Ears are usually cropped at 4 to 5 months. The primary reason is two-fold. One, to ensure the crop fits the dog. By waiting, a veterinarian with experience in this breed can get some idea of the dog’s growth to match the crop to the dog. The other is that this increases the chance that the ears are strong enough to stand with crop. Too many are done at 8 to 10 weeks. The problem here is that ears may be too weak to stand, or it is discovered when the dog is fully grown, its ears are too short or are too long. This does not complement the dog’s build and structure. A proper crop will also not be a straight cut like so many seem to think is correct. A proper crop will leave most of the bell intact and a slight outward curve at the tip. Researching photos of a proper crop and the veterinarian you choose will make a difference in the outcome. Many veterinarians who do know how to crop are no longer doing it, and younger veterinarians are generally not experienced enough to know that a crop for a Miniature Pinscher and a Dobermann are similar but not the same. Much of the decision whether or not to crop has to do with whether or not the dog is being shown. AKC no longer requires ears cropped for show but those who still do it do so for cosmetic purposes only.
- This is a Terrier and not a toy breed.
- This is a ferreting dog that has high energy.
- This breed requires extensive exercise daily; walking will not suffice this breed.
- Securely fenced yard is always a must.
- This breed is extremely independent by nature.
- Over handling can create a dog that can nip and bite.
- This is not a good dog for children but generally is for teenagers.
- Crate training is a must.
- They are rated 3rd worst apartment breed.
- They are guard oriented, so be prepared for barking.
- They are one of the most difficult breeds to house train.
- This is not a foo foo dog, and does not tolerate excessive handling or being packed around.
- They do not see themselves as small, and so are prone to getting into trouble easily.
- Always use a harness and a leash and not collar and leash, as is true with all dogs. The neck is the weakest point.
- “Patience” is extremely important with this breed. Just because they are small means nothing. They are small devils in disguise and will try one’s patience regularly.
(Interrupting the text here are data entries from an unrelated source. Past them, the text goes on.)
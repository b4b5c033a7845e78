/** Text tables: from bytes to lines, and the separator of their header. */

import { DataError } from "../scoring/data-error";

/**
 * The separators that tables may use.
 *
 * @example const separator: Separator = ";"
 */
export type Separator = "," | ";" | "\t";

const maxRowCharacters = 65536;

const separatorNames: Record<Separator, string> = { ",": "comma", ";": "semicolon", "\t": "tab" };

/**
 * A table's text, ready to be split.
 *
 * @example const table: TableText = decodeTable(new TextEncoder().encode("x,u\n0,1\n"))
 */
export interface TableText {
  /** Lines end in "\n" alone; comment lines are blank, so that line numbers are those of the file. */
  text: string;
  separator: Separator;
  /** 1-based line of the header. */
  headerRow: number;
  rowCount: number;
}

/**
 * Decodes a table and finds the separator that its header uses.
 *
 * @param bytes the whole file, UTF-8 with or without a byte order mark, lines ended by LF, CRLF or CR
 * @returns the text, its separator and the number of its lines
 * @throws DataError `format/not-utf8` naming the byte offset; `format/no-header`, `format/separator`,
 *   `format/quotes` or `format/long-row` naming the row
 * @example decodeTable(new TextEncoder().encode("# run 3\nx;u\n0;1\n")).separator // ";"
 * @see RFC 4180; RFC 3629 (UTF-8)
 */
export function decodeTable(bytes: Uint8Array): TableText {
  let text = decodeUtf8(bytes);
  if (text.includes("\r")) text = text.replace(/\r\n?/g, "\n");
  const firstComment = /^[ \t]*#.*$/m.exec(text)?.[0] ?? null;
  if (firstComment !== null) text = text.replace(/^[ \t]*#.*$/gm, "");
  const start = text.search(/\S/);
  if (start < 0) {
    throw new DataError(
      "format/no-header",
      'The table has no rows. A header such as "x,u" and one row a node are expected.',
      "row 1",
    );
  }
  const rowCount = countLines(text);
  const headerRow = countLines(text.slice(0, start));
  const lineStart = text.lastIndexOf("\n", start) + 1;
  const lineEnd = text.indexOf("\n", start);
  const header = text.slice(lineStart, lineEnd < 0 ? undefined : lineEnd);
  const separator = findSeparator(header, headerRow, firstComment);
  if (text.includes('"')) refuseStrayQuotes(text, separator);
  return { text, separator, headerRow, rowCount };
}

function decodeUtf8(bytes: Uint8Array): string {
  if ((bytes[0] === 0xff && bytes[1] === 0xfe) || (bytes[0] === 0xfe && bytes[1] === 0xff)) {
    throw new DataError("format/not-utf8", "The table is in UTF-16 (byte 0). Save it as UTF-8.", "byte 0");
  }
  if (isUtf8(bytes)) return new TextDecoder().decode(bytes);
  let [good, bad] = [0, bytes.length + 1];
  while (bad - good > 1) {
    const middle = (good + bad) >> 1;
    if (isUtf8(bytes.subarray(0, middle), true)) good = middle;
    else bad = middle;
  }
  // The first bytes of a broken character can still be the start of one: its place is where it begins.
  while (!isUtf8(bytes.subarray(0, good))) good--;
  const found = `0x${bytes[good].toString(16).padStart(2, "0")}`;
  throw new DataError(
    "format/not-utf8",
    `The table is not UTF-8 text: ${found} at byte ${good} belongs to no character. Save it as UTF-8.`,
    `byte ${good}`,
  );
}

/** `mayContinue`: the last character may be cut off. */
function isUtf8(bytes: Uint8Array, mayContinue = false): boolean {
  try {
    new TextDecoder("utf-8", { fatal: true }).decode(bytes, { stream: mayContinue });
    return true;
  } catch (error) {
    if (error instanceof TypeError) return false;
    throw error;
  }
}

function countLines(text: string): number {
  let count = 1;
  let start = 0;
  for (let end = text.indexOf("\n"); end >= 0; end = text.indexOf("\n", start)) {
    if (end - start > maxRowCharacters) throw tooLong(count, end - start);
    count++;
    start = end + 1;
  }
  if (text.length - start > maxRowCharacters) throw tooLong(count, text.length - start);
  return count;
}

function tooLong(row: number, length: number): DataError {
  return new DataError(
    "format/long-row",
    `Row ${row} is ${length} characters long, at most ${maxRowCharacters} are read. Write one row a node.`,
    `row ${row}`,
  );
}

/** Quotation marks may enclose a whole field of one row. */
function refuseStrayQuotes(text: string, separator: Separator): void {
  const field = `(?:"[^"]*"|[^"${separator}]*)`;
  const sound = new RegExp(`^${field}(?:${separator}${field})*$`);
  const lines = text.split("\n");
  const row = 1 + lines.findIndex((line) => line.includes('"') && !sound.test(line));
  if (row === 0) return;
  throw new DataError(
    "format/quotes",
    `Row ${row} has a quotation mark that does not enclose a whole field of this row. Write numbers without quotes.`,
    `row ${row}`,
  );
}

function findSeparator(header: string, row: number, comment: string | null): Separator {
  const found = (Object.keys(separatorNames) as Separator[]).filter((separator) =>
    header.includes(separator),
  );
  if (found.length === 1) return found[0];
  if (found.length > 1) {
    const names = found.map((separator) => separatorNames[separator]).join(" and ");
    throw new DataError(
      "format/separator",
      `The header in row ${row} holds ${names}: which one separates columns is not clear. Use one of comma, ` +
        "semicolon and tab.",
      `row ${row}`,
    );
  }
  const hint =
    comment !== null && /[,;\t]/.test(comment)
      ? " A header behind # is a comment: numpy.savetxt writes it plainly with comments=''."
      : " Columns are separated by comma, semicolon or tab.";
  throw new DataError(
    "format/separator",
    `Row ${row} should be a header such as "x,u" and has a single column, ${JSON.stringify(header.slice(0, 40))}.${hint}`,
    `row ${row}`,
  );
}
- They are prone to trying to dominate; the last thing you want is a 12lb tyrant on your hands. Be the leader and do not let their cute demeanor deter you from proper disciplining.
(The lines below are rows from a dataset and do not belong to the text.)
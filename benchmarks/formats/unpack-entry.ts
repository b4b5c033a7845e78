/** Unpacks one entry of a zip archive within its declared size, and verifies its checksum. */

import { Inflate, type FlateError } from "fflate";

import { DataError } from "../scoring/data-error";

import { crc32 } from "./crc-32";
import type { ZipEntry } from "./zip-directory";

// Deflate makes at most 1032 bytes of one: a piece of 64 KiB can grow to 66 MiB before the size is checked.
const pieceBytes = 65536;
const largestRatio = 1032;

/**
 * Returns the unpacked bytes of an entry whose declared size has been found acceptable.
 *
 * Unpacking stops as soon as more bytes come out than declared, so that a lying size costs neither memory nor
 * time.
 *
 * @param archive the whole archive
 * @param entry the entry from `readZipDirectory`
 * @returns exactly `entry.bytes` bytes; a view of the archive where the entry is stored
 * @throws DataError `format/bad-zip` or `format/bad-checksum`, naming entry and byte offset
 * @example unpackEntry(bytes, readZipDirectory(bytes)[0])
 * @see RFC 1951 (DEFLATE)
 */
export function unpackEntry(archive: Uint8Array, entry: ZipEntry): Uint8Array {
  const packed = archive.subarray(entry.dataAt, entry.dataAt + entry.packedBytes);
  const bytes = entry.method === "stored" ? packed : inflate(packed, entry);
  const sum = crc32(bytes);
  if (sum !== entry.crc) {
    throw new DataError(
      "format/bad-checksum",
      `The entry "${entry.name}" (from byte ${entry.dataAt} on) has the CRC-32 ${hex(sum)}, the archive states ` +
        `${hex(entry.crc)}: its bytes were changed after it was written. Send the file again, in binary mode.`,
      `entry ${entry.name}, byte ${entry.dataAt}`,
    );
  }
  return bytes;
}

function inflate(packed: Uint8Array, entry: ZipEntry): Uint8Array {
  if (entry.bytes > packed.length * largestRatio) {
    throw badEntry(entry, `declares ${entry.bytes} bytes, more than ${packed.length} packed bytes can hold`);
  }
  const out = new Uint8Array(entry.bytes);
  let filled = 0;
  const inflater = new Inflate((piece) => {
    if (filled + piece.length > out.length) {
      throw badEntry(entry, `unpacks to more than the ${entry.bytes} bytes that it declares`);
    }
    out.set(piece, filled);
    filled += piece.length;
  });
  for (let at = 0; at < packed.length; at += pieceBytes) {
    const isLast = at + pieceBytes >= packed.length;
    try {
      inflater.push(packed.subarray(at, at + pieceBytes), isLast);
    } catch (error) {
      if (!isFlateError(error)) throw error;
      const range = `${entry.dataAt + at} and ${entry.dataAt + Math.min(at + pieceBytes, packed.length)}`;
      throw badEntry(entry, `does not unpack (${error.message}) between bytes ${range}`);
    }
  }
  if (filled !== entry.bytes) throw badEntry(entry, `unpacks to ${filled} bytes and declares ${entry.bytes}`);
  return out;
}

function badEntry(entry: ZipEntry, found: string): DataError {
  return new DataError(
    "format/bad-zip",
    `The entry "${entry.name}" (from byte ${entry.dataAt} on) ${found}. Write the archive anew with numpy.savez.`,
    `entry ${entry.name}, byte ${entry.dataAt}`,
  );
}

function isFlateError(error: unknown): error is FlateError {
  return error instanceof Error && "code" in error && typeof error.code === "number";
}

function hex(sum: number): string {
  return `0x${sum.toString(16).padStart(8, "0")}`;
}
In closing, I find it odd that so many breeders fail to have read Dr. Reichenbach’s finding in 1836, which noted that only the Dachshund and Italian Greyhound were used to create the Miniature Pinscher, since it was written long before any documented writings on the Miniature Pinscher breed. So, if one is to speculate, common sense would dictate that Dr. Reichenbach’s study of the breed and final conclusion from over 170 years ago is logical. This is supported by the fact that he was around with the original breed at the time.
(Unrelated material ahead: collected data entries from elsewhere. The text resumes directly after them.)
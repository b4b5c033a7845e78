/** Reads NPY files, the format of numpy.save. */

import { DataError } from "../scoring/data-error";

import { convertValues } from "./convert-values";
import { defaultLimits, type FieldArray, type ReadLimits } from "./field-file";
import { readNpyHeader, type NpyHeader } from "./npy-header";
import { undoFortranOrder } from "./row-major";

/**
 * Reads one array from the bytes of an NPY file.
 *
 * The header is checked against the limits before anything of its size is allocated, and the file's length
 * must be exactly what the header promises. Values may be NaN or infinite: the scorer refuses those.
 *
 * @param bytes the whole file
 * @param limits what may be allocated
 * @returns the array, row-major, in double precision; no view of `bytes`
 * @throws DataError `format/bad-magic`, `format/bad-version`, `format/bad-header`, `format/number-type`,
 *   `format/pickle`, `format/truncated`, `format/trailing-bytes`, `format/too-many-values`,
 *   `format/too-large` or `values/not-exact`, naming the byte offset
 * @example const { shape, values } = readNpy(await readFile("n64.npy"))
 * @see https://numpy.org/doc/stable/reference/generated/numpy.lib.format.html
 */
export function readNpy(bytes: Uint8Array, limits: ReadLimits = defaultLimits): FieldArray {
  const header = readNpyHeader(bytes);
  checkLimits(header, limits);
  checkLength(header, bytes.length);
  const { type, shape, isFortranOrder } = header;
  const { values, imaginary } = convertValues(bytes, header.dataAt, header.count, type);
  return {
    shape,
    values: isFortranOrder ? undoFortranOrder(values, shape) : values,
    imaginary: imaginary && isFortranOrder ? undoFortranOrder(imaginary, shape) : imaginary,
    numberType: type.name,
    isFortranOrder,
  };
}

function checkLimits({ count, shape, shapeAt, type }: NpyHeader, limits: ReadLimits): void {
  const where = `byte ${shapeAt}`;
  if (count > limits.maxNodes) {
    throw new DataError(
      "format/too-many-values",
      `The header claims the shape (${shape.join(", ")}) at ${where}, which is ${count} values. At most ` +
        `${limits.maxNodes} values are read from one array.`,
      where,
    );
  }
  const doubleBytes = count * (type.isComplex ? 16 : 8);
  if (doubleBytes > limits.maxUnpackedBytes) {
    throw new DataError(
      "format/too-large",
      `The header claims the shape (${shape.join(", ")}) at ${where}, which takes ${doubleBytes} bytes in ` +
        `double precision. At most ${limits.maxUnpackedBytes} bytes are unpacked from one file.`,
      where,
    );
  }
}

function checkLength({ count, shape, type, dataAt }: NpyHeader, length: number): void {
  const expected = dataAt + count * type.itemBytes;
  if (length === expected) return;
  const promise = `The header promises the shape (${shape.join(", ")}) of ${type.name}, which ends at byte ${expected}`;
  if (length < expected) {
    throw new DataError(
      "format/truncated",
      `${promise}, but the file ends at byte ${length}. Send the whole file.`,
      `byte ${length}`,
    );
  }
  throw new DataError(
    "format/trailing-bytes",
    `${promise}, but ${length - expected} more bytes follow. Write one array a file, or several with numpy.savez.`,
    `byte ${expected}`,
  );
}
One should keep in mind that the American version of the Miniature Pinscher varies from that of the true Miniature Pinscher of Germany. The original breed was much hardier with a strong chest. Many do not carry this, but in fact the chest should meet the elbows at the front legs. The body should be solid and muscular in appearance. I would like to point out that what many in the U.S. think about the breed is based on information from U.S. breeders and not the breed information from the country of origin. Maybe those who created the game in the first place should be the ones setting the rules.